** Dataset records follows **

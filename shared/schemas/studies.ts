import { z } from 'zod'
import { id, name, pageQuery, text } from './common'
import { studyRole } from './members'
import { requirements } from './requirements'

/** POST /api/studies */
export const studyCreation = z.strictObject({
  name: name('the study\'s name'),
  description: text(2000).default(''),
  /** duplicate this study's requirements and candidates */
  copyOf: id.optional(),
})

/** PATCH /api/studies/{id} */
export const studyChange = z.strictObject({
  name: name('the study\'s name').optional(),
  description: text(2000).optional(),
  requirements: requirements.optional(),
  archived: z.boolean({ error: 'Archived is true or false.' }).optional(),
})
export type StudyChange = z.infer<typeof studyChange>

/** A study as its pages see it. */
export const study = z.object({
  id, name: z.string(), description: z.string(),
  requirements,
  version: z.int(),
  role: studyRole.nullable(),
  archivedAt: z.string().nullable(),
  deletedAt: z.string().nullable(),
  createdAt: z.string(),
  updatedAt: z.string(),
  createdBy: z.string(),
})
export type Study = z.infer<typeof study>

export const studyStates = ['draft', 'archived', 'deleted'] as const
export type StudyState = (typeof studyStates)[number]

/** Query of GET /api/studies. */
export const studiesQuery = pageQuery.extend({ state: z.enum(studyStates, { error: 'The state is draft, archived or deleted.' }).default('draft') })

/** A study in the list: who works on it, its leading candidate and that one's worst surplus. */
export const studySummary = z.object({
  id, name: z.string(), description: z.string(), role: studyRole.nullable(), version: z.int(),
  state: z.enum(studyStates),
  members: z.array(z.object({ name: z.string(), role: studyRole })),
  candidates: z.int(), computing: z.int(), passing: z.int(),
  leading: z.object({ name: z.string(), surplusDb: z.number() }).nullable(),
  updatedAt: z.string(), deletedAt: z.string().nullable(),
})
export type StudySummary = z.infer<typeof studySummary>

** End of Dataset records **
** Dataset records follows **

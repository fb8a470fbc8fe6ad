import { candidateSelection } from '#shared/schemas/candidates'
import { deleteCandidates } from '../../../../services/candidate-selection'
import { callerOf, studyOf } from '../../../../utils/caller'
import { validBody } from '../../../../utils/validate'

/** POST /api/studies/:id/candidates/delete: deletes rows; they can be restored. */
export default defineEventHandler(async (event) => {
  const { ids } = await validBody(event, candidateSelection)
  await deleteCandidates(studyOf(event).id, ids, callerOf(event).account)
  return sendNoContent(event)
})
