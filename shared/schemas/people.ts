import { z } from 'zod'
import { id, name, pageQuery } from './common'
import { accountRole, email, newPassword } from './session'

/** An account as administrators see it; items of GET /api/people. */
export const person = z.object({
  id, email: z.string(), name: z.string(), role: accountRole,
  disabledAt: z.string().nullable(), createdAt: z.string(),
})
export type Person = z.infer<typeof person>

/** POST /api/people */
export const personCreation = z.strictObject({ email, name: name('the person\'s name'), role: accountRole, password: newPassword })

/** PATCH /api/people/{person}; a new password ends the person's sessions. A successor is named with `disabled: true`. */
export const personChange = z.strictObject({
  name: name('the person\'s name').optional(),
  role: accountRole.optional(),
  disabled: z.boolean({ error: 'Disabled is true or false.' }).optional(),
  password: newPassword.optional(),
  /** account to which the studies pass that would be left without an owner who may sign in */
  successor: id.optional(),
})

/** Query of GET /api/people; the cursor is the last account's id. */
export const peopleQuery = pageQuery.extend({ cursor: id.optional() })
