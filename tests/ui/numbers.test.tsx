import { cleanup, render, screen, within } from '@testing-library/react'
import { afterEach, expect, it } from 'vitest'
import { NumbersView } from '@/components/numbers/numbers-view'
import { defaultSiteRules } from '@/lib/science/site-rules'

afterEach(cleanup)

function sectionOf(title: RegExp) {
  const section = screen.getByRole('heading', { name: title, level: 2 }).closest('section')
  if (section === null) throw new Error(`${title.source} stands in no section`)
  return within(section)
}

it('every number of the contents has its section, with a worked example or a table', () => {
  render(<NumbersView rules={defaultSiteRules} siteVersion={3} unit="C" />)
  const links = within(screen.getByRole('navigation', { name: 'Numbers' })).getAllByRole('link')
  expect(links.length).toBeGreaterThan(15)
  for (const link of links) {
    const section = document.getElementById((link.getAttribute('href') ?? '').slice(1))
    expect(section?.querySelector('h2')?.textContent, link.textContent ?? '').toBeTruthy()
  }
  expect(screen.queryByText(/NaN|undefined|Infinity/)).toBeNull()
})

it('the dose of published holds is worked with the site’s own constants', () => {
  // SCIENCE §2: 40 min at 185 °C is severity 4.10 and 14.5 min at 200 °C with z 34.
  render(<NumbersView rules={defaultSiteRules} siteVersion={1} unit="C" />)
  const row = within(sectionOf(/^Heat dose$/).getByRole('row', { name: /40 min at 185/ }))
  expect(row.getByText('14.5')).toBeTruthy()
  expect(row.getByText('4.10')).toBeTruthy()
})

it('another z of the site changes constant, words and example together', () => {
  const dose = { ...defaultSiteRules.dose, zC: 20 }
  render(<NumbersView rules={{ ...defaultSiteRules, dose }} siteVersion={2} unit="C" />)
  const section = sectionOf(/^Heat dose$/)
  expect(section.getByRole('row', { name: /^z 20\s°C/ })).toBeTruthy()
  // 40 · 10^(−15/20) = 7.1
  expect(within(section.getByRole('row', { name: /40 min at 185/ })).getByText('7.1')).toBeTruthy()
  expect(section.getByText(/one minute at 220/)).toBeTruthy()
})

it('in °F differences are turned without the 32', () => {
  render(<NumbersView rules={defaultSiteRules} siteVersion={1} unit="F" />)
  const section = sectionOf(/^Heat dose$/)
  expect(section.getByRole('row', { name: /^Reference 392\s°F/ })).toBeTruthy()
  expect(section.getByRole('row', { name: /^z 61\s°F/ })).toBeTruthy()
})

** End of Dataset records **

- To do -
Each line that mentions the string "utils" must be copied from the listing.

- Answer area -
import { callerOf, studyOf } from '../../../../utils/caller'
import { validBody } from '../../../../utils/validate'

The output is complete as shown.